--- BRIEF ---
Given the material below, return only the lines starting at the line with "np.ndarray, by: list[str])" and ending at the line with "order = frame[by", exactly as they appear.

--- INFORMATION SUPPLIED ---
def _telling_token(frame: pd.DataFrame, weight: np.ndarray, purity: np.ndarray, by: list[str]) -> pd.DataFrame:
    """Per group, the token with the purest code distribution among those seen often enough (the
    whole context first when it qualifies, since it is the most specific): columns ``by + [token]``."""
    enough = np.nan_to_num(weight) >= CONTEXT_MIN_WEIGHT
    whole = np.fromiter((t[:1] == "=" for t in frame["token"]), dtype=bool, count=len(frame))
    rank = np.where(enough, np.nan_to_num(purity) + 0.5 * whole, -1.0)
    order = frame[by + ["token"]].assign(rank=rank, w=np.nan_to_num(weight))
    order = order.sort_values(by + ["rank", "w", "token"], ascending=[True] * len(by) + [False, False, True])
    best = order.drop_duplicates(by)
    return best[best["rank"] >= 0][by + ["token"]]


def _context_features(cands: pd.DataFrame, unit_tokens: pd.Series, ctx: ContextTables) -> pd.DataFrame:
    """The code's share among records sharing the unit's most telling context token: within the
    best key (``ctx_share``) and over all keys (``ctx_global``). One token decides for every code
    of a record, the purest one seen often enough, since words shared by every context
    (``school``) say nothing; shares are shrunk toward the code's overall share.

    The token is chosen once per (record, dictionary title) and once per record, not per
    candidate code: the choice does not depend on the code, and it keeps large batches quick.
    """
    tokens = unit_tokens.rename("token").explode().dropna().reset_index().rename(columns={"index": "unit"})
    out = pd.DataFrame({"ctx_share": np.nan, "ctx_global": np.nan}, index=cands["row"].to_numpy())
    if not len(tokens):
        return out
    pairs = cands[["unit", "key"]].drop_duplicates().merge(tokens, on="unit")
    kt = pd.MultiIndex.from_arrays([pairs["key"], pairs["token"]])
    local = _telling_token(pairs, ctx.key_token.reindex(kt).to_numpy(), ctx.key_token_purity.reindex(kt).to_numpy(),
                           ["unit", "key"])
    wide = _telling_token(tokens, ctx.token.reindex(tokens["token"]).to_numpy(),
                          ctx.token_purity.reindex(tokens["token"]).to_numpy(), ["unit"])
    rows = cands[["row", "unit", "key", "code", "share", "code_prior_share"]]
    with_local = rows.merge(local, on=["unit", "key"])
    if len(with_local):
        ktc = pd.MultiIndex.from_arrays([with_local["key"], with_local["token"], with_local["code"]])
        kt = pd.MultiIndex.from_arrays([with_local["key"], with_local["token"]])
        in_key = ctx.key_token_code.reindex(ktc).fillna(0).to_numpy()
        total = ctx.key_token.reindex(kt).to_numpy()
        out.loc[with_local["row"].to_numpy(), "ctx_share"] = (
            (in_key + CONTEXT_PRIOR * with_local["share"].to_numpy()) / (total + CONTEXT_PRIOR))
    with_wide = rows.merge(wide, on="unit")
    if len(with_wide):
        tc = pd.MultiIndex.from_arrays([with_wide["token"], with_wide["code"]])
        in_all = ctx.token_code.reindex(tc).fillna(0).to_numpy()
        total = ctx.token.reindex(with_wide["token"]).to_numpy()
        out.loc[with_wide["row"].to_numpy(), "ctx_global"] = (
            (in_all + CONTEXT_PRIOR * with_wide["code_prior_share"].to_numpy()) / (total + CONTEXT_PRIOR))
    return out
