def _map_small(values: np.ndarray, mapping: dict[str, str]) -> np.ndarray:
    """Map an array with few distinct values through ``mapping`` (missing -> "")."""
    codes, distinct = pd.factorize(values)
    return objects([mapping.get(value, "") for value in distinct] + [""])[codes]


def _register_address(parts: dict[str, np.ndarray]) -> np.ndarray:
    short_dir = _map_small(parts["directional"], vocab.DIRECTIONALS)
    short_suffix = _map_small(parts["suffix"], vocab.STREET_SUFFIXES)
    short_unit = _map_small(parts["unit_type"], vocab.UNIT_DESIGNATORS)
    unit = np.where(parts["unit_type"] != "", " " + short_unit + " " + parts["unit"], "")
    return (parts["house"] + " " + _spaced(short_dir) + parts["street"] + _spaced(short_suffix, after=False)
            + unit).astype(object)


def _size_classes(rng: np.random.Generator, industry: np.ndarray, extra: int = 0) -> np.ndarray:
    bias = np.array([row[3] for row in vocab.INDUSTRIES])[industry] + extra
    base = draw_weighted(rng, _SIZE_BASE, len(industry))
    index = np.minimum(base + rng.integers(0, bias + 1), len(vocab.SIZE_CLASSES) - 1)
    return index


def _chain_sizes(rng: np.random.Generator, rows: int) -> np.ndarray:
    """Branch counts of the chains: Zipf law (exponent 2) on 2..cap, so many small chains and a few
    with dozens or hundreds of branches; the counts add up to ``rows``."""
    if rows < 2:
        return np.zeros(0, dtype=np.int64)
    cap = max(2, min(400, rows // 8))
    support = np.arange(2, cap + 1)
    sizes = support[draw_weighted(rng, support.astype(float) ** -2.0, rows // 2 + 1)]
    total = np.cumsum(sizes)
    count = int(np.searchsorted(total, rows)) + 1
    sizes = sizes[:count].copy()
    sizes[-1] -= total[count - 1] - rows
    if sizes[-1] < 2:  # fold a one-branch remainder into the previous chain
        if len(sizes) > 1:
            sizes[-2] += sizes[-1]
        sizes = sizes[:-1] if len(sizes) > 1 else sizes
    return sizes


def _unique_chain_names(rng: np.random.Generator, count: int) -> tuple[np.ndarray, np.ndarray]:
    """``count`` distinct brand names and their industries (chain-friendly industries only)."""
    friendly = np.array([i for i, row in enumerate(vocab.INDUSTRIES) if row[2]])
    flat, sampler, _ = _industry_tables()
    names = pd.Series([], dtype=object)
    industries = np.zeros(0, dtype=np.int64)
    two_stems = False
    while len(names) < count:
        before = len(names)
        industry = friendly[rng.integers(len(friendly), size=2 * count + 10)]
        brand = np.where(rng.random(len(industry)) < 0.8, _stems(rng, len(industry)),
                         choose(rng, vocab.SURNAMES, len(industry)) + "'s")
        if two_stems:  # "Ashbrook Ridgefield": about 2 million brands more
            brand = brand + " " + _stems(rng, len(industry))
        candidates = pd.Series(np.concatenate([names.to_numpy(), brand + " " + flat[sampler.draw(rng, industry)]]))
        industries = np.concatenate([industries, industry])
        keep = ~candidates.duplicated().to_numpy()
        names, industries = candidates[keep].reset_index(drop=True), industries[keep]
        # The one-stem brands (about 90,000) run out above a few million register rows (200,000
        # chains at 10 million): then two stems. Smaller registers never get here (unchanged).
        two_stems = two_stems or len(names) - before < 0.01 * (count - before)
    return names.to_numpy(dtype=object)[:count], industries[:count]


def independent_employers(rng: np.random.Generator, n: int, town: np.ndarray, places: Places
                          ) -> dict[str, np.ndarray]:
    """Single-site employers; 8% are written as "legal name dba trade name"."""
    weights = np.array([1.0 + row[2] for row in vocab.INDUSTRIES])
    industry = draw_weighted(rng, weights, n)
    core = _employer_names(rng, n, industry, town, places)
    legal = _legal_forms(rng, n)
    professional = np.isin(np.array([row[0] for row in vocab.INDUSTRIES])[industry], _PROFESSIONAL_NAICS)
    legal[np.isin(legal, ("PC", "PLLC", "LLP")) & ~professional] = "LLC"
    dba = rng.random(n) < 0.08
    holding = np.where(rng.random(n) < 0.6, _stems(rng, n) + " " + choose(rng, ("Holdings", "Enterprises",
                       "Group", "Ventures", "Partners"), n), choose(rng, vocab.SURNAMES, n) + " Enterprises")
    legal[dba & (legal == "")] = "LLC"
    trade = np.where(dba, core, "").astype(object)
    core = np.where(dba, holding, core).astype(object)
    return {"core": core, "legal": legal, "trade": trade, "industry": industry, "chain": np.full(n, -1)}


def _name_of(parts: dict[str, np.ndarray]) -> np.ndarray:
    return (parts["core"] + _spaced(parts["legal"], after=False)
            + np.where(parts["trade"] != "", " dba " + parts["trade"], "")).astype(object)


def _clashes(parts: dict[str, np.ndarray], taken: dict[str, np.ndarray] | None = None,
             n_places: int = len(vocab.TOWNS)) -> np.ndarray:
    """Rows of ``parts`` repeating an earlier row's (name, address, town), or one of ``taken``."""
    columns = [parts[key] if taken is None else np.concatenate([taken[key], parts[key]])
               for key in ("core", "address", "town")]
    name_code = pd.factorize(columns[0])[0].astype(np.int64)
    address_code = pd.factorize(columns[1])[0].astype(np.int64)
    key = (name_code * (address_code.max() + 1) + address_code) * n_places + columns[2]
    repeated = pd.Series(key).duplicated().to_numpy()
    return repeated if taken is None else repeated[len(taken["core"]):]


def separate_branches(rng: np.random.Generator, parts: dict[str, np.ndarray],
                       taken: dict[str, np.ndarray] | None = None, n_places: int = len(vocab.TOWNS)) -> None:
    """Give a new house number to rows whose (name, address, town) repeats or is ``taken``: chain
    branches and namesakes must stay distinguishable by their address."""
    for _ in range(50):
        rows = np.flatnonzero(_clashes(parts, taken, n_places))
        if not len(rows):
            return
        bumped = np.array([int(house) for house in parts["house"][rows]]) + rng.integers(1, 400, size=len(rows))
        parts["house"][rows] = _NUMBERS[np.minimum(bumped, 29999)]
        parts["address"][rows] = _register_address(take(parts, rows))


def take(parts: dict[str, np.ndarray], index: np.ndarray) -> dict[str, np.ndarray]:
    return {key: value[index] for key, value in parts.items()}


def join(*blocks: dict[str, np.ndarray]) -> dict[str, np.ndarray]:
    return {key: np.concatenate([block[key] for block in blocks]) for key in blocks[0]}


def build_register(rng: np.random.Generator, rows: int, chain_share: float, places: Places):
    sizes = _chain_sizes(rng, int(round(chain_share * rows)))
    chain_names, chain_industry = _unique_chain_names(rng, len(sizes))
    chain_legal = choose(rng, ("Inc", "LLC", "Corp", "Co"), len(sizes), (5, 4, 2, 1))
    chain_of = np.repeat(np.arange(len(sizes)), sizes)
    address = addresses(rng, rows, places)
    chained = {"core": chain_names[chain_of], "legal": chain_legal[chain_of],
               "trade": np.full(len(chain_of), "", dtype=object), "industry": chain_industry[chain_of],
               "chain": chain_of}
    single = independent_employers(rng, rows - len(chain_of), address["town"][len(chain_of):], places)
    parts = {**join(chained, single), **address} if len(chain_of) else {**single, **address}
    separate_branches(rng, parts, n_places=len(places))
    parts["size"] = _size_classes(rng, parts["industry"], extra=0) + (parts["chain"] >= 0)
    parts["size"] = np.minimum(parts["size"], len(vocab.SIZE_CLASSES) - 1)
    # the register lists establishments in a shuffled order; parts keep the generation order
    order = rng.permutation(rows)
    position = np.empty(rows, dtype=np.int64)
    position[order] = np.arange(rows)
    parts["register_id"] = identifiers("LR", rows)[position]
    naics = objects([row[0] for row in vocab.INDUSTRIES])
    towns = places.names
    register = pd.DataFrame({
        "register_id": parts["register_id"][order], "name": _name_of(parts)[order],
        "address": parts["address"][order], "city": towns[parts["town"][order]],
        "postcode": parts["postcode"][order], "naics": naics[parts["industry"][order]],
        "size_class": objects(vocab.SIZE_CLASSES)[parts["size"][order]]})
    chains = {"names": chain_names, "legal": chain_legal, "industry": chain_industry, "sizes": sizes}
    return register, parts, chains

---

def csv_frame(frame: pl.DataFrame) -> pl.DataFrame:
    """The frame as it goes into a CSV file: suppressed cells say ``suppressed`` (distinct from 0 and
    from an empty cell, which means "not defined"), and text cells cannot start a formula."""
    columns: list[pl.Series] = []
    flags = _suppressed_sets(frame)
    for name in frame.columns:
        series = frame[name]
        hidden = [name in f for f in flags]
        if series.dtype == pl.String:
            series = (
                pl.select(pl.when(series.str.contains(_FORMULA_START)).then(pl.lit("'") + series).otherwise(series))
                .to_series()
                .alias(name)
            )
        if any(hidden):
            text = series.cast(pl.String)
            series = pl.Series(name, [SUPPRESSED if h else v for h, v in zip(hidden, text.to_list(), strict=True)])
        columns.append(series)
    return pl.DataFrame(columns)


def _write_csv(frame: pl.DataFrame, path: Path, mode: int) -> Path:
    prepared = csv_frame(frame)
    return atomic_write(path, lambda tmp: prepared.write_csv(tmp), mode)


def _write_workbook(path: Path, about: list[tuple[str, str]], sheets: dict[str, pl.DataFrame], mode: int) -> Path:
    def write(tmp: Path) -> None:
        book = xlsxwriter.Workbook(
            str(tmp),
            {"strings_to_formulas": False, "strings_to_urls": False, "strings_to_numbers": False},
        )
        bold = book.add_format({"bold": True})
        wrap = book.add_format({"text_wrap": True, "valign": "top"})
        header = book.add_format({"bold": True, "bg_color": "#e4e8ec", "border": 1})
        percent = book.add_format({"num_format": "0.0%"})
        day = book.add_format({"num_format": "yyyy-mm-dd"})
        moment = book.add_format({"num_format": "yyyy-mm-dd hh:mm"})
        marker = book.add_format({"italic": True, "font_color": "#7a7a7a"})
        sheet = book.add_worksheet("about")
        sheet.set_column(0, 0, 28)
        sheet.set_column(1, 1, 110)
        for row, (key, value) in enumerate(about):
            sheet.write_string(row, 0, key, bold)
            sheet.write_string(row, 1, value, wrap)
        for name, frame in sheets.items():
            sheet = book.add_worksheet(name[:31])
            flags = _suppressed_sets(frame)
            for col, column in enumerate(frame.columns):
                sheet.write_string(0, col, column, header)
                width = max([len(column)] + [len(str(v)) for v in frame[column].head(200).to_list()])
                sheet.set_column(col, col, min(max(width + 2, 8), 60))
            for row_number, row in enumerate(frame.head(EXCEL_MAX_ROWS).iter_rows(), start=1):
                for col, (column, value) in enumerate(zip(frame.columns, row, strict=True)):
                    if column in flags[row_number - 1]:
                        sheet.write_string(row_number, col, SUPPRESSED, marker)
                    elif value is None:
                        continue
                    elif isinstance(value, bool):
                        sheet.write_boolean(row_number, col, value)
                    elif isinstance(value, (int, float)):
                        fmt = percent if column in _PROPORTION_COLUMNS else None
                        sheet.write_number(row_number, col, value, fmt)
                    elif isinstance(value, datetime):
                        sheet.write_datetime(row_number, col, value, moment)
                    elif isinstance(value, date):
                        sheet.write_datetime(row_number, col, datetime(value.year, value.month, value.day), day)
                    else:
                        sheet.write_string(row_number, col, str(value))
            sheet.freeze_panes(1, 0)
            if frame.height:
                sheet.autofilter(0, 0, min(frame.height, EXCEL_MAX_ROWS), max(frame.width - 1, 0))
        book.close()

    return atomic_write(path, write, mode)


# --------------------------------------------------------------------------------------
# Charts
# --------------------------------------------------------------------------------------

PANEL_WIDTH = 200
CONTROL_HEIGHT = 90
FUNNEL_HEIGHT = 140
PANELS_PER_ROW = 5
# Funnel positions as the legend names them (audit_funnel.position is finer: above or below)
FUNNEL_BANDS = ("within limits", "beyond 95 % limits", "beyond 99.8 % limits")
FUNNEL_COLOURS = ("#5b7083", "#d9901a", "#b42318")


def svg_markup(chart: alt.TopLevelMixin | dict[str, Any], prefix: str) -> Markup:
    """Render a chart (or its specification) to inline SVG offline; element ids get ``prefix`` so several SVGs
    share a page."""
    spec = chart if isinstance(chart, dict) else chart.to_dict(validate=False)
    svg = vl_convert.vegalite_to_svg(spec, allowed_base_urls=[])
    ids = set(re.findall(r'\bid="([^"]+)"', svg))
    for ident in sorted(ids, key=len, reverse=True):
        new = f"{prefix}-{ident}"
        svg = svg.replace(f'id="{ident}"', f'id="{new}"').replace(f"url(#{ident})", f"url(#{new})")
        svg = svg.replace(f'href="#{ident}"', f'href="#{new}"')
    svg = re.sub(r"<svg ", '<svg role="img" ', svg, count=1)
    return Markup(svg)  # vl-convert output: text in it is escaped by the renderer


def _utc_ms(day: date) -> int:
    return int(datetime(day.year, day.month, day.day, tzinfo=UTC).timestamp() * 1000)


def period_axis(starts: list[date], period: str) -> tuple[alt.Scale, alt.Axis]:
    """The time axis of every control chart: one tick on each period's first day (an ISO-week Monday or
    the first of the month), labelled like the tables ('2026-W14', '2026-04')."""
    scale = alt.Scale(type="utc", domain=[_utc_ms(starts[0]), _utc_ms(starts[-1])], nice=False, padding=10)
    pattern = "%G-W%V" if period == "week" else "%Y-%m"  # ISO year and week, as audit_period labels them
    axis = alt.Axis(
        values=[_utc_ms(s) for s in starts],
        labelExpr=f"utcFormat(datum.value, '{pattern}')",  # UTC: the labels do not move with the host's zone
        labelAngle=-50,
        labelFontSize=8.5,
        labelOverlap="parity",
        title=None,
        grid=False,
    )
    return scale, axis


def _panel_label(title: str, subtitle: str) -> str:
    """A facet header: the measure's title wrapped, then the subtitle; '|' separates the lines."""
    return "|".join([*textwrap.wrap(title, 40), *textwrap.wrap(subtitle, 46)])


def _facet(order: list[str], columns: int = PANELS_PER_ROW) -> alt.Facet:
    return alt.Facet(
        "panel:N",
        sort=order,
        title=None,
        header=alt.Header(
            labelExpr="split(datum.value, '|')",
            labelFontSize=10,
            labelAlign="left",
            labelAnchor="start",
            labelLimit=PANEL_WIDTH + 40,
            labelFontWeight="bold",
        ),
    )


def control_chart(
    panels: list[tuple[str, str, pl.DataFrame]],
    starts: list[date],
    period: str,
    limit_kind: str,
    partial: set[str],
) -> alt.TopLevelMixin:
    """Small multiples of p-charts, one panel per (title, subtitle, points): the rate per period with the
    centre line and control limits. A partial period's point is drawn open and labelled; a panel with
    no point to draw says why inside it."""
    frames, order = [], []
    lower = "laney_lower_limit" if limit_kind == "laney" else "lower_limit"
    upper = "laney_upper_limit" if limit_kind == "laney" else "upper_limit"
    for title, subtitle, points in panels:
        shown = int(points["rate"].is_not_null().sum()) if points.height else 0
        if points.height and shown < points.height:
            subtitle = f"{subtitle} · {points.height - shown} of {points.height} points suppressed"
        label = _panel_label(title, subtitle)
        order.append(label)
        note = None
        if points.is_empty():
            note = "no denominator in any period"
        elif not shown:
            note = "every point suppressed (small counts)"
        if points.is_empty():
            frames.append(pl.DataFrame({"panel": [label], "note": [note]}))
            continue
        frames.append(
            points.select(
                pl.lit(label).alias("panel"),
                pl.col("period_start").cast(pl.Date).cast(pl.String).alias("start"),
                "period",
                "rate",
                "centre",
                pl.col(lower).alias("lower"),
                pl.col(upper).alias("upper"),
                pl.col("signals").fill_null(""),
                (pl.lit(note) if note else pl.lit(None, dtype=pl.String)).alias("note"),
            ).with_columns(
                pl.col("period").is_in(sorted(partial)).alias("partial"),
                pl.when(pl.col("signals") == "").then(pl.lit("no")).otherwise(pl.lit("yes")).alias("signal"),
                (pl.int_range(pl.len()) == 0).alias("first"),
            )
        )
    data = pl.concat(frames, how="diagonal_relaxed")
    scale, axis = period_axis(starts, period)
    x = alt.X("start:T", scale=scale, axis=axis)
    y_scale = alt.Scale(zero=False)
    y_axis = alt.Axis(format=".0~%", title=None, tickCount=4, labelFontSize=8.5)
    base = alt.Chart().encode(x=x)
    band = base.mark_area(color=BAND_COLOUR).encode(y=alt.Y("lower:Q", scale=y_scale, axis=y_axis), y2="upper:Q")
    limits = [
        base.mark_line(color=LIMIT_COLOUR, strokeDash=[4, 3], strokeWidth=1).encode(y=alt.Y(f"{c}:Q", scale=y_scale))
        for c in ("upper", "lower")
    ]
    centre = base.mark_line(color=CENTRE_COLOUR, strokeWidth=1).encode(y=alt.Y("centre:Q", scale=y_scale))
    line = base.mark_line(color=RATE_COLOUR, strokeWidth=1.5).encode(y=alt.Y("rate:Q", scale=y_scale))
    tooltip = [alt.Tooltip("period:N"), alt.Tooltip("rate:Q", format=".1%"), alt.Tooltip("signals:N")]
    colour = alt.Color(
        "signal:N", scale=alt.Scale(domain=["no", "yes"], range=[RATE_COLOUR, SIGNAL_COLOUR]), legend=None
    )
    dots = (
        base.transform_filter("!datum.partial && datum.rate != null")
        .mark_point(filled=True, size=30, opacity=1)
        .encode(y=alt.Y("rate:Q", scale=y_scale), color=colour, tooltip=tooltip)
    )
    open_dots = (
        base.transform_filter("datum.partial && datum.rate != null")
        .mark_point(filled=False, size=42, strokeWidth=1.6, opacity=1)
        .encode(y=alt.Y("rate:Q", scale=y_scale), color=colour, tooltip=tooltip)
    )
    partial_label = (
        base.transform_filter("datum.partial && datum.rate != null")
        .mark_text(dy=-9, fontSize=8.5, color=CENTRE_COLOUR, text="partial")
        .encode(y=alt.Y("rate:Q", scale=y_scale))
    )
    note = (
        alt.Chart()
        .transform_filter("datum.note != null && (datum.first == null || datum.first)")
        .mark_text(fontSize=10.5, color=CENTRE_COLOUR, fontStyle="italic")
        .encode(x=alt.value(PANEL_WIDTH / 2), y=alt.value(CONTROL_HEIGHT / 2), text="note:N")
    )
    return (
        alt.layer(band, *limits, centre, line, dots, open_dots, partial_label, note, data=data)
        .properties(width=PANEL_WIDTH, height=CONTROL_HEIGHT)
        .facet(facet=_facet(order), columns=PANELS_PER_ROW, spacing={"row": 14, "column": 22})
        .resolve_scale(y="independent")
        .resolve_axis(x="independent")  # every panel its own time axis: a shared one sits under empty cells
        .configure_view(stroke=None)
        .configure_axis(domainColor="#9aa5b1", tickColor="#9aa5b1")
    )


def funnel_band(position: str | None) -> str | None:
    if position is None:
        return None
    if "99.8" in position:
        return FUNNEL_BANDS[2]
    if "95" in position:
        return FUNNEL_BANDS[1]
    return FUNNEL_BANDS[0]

--- SOLVED PROBLEM ---
def _telling_token(frame: pd.DataFrame, weight: np.ndarray, purity: np.ndarray, by: list[str]) -> pd.DataFrame:
    """Per group, the token with the purest code distribution among those seen often enough (the
    whole context first when it qualifies, since it is the most specific): columns ``by + [token]``."""
    enough = np.nan_to_num(weight) >= CONTEXT_MIN_WEIGHT
    whole = np.fromiter((t[:1] == "=" for t in frame["token"]), dtype=bool, count=len(frame))
    rank = np.where(enough, np.nan_to_num(purity) + 0.5 * whole, -1.0)
    order = frame[by + ["token"]].assign(rank=rank, w=np.nan_to_num(weight))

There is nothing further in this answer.